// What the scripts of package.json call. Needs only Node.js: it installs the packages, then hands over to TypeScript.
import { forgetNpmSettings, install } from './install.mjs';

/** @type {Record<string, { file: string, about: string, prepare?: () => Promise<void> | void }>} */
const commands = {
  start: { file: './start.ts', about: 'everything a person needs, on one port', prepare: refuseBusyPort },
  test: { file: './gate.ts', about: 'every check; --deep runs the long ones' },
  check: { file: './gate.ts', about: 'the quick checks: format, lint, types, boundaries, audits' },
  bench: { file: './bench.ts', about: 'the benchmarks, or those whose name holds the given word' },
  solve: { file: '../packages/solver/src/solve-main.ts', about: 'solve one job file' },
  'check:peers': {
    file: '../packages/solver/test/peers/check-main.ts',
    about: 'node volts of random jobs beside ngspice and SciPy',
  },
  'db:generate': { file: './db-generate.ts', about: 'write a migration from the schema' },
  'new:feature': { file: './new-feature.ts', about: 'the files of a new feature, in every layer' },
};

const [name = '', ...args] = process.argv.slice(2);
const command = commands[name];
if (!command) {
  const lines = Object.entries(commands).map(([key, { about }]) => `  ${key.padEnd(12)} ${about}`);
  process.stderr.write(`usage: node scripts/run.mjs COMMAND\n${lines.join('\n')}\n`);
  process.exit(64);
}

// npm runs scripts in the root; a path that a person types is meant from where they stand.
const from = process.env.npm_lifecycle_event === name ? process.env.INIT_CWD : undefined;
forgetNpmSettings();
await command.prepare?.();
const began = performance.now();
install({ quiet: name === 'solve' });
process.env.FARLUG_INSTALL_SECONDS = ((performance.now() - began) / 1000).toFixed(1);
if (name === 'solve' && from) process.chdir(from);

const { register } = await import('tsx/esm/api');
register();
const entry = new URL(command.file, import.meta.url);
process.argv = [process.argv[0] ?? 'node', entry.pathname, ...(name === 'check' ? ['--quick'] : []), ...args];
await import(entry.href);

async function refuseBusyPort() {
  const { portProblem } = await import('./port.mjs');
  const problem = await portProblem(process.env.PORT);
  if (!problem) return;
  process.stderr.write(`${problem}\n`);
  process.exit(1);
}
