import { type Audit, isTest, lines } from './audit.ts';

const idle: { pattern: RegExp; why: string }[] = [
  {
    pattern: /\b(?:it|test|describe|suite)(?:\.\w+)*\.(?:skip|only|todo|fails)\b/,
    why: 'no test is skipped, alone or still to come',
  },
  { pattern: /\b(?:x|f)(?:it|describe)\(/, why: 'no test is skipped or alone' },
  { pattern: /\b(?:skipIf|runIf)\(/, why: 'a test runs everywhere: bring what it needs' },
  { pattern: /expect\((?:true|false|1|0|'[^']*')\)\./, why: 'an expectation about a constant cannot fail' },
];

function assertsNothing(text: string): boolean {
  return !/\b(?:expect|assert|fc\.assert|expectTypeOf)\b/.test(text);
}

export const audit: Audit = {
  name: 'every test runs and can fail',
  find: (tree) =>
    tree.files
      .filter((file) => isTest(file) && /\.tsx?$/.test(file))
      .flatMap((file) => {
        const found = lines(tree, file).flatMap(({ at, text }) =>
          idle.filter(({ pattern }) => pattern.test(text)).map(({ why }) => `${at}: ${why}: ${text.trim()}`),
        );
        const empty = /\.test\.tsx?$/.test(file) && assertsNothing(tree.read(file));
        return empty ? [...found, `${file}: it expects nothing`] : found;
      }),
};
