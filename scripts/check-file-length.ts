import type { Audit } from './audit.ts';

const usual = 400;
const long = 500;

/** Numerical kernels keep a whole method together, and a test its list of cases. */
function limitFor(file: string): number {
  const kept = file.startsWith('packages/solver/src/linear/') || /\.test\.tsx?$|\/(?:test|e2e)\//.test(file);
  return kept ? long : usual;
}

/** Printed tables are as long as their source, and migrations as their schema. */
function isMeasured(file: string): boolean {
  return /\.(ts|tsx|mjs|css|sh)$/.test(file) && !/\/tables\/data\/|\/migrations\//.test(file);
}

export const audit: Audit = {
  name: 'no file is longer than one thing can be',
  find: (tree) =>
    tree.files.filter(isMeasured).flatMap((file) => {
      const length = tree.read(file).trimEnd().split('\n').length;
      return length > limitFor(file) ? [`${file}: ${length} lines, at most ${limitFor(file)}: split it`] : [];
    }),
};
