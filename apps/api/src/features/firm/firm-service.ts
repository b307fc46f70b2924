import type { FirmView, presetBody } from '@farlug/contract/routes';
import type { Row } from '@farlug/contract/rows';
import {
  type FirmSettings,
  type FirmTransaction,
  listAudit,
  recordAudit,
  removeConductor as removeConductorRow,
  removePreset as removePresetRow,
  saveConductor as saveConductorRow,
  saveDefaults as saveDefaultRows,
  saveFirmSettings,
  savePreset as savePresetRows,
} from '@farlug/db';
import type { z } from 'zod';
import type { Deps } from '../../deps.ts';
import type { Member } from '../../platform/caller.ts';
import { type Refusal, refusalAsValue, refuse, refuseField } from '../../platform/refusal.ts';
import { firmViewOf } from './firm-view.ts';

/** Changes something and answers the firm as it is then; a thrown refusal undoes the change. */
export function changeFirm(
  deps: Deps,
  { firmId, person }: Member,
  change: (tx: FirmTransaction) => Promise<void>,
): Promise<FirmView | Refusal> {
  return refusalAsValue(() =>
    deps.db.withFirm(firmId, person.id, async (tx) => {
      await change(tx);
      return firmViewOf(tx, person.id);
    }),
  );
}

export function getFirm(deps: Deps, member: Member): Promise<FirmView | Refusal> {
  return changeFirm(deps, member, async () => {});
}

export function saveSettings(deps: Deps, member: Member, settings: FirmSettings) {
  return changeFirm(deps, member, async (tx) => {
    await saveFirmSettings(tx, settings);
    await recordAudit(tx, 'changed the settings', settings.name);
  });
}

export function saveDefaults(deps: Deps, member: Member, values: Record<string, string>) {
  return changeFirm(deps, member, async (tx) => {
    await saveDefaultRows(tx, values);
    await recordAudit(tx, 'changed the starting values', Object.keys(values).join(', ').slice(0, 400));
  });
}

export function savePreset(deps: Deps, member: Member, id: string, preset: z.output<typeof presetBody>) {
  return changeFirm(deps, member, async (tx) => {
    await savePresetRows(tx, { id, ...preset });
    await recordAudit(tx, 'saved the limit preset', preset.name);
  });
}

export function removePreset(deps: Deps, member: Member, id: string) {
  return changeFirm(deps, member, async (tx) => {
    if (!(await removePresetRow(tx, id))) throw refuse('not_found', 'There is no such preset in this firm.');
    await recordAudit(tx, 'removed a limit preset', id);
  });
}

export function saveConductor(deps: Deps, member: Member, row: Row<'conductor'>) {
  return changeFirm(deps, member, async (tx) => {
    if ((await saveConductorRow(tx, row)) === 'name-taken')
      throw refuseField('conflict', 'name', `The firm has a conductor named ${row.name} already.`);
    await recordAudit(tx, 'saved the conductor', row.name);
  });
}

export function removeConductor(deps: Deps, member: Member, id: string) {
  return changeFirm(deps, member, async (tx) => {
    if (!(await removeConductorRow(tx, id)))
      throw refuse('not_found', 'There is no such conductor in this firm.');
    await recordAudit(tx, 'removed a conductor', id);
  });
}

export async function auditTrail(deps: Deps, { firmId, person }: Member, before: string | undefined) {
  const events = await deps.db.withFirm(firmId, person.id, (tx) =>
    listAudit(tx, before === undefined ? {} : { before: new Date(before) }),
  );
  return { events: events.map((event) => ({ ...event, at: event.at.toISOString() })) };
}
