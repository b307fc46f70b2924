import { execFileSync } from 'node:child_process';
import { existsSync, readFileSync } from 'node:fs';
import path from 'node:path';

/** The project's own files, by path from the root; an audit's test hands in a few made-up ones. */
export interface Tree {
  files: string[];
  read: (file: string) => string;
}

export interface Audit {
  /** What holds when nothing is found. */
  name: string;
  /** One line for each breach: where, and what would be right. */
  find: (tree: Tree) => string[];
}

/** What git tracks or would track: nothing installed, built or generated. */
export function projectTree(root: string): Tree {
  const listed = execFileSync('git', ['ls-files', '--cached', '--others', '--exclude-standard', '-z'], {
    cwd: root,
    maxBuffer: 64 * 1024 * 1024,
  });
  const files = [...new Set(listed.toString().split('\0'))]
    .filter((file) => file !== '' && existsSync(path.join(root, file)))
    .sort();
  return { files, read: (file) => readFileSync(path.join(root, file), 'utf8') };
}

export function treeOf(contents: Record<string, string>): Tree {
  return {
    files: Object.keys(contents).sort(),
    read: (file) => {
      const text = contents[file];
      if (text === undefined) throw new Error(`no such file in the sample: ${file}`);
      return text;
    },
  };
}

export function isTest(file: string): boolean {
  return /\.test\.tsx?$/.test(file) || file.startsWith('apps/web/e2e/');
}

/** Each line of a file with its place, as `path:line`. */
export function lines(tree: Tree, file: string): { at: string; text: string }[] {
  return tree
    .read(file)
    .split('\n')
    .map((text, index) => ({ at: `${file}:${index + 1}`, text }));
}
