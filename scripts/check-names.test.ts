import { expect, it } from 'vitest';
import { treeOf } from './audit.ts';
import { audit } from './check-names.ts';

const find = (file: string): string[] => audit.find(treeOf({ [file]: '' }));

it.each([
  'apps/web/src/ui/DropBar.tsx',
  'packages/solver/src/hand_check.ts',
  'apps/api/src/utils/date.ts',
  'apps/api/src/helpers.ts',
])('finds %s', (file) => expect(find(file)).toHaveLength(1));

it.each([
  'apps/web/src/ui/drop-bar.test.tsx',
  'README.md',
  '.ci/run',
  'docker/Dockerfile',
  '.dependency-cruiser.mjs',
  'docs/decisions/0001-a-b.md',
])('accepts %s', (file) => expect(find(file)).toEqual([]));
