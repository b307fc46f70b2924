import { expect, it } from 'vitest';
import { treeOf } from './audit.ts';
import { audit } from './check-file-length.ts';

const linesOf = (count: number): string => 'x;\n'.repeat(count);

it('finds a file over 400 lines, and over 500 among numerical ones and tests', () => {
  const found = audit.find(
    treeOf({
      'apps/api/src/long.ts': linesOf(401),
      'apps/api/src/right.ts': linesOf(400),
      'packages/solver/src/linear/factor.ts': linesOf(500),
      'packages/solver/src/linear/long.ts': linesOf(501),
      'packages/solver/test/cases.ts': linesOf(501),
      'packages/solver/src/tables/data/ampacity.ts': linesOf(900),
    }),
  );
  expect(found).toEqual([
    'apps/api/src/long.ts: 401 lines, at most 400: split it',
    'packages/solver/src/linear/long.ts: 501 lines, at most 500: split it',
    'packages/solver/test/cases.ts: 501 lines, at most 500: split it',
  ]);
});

> [EXERCISE DETAILS] From the first line above through the line that contains "const began = performance.now();", quote each line exactly. Output nothing more.

> [RESULT OF THE TASK]
// What the scripts of package.json call. Needs only Node.js: it installs the packages, then hands over to TypeScript.
import { forgetNpmSettings, install } from './install.mjs';

/** @type {Record<string, { file: string, about: string, prepare?: () => Promise<void> | void }>} */
const commands = {
  start: { file: './start.ts', about: 'everything a person needs, on one port', prepare: refuseBusyPort },
  test: { file: './gate.ts', about: 'every check; --deep runs the long ones' },
  check: { file: './gate.ts', about: 'the quick checks: format, lint, types, boundaries, audits' },
  bench: { file: './bench.ts', about: 'the benchmarks, or those whose name holds the given word' },
  solve: { file: '../packages/solver/src/solve-main.ts', about: 'solve one job file' },
  'check:peers': {
    file: '../packages/solver/test/peers/check-main.ts',
    about: 'node volts of random jobs beside ngspice and SciPy',
  },
  'db:generate': { file: './db-generate.ts', about: 'write a migration from the schema' },
  'new:feature': { file: './new-feature.ts', about: 'the files of a new feature, in every layer' },
};

const [name = '', ...args] = process.argv.slice(2);
const command = commands[name];
if (!command) {
  const lines = Object.entries(commands).map(([key, { about }]) => `  ${key.padEnd(12)} ${about}`);
  process.stderr.write(`usage: node scripts/run.mjs COMMAND\n${lines.join('\n')}\n`);
  process.exit(64);
}

// npm runs scripts in the root; a path that a person types is meant from where they stand.
const from = process.env.npm_lifecycle_event === name ? process.env.INIT_CWD : undefined;
forgetNpmSettings();
await command.prepare?.();
const began = performance.now();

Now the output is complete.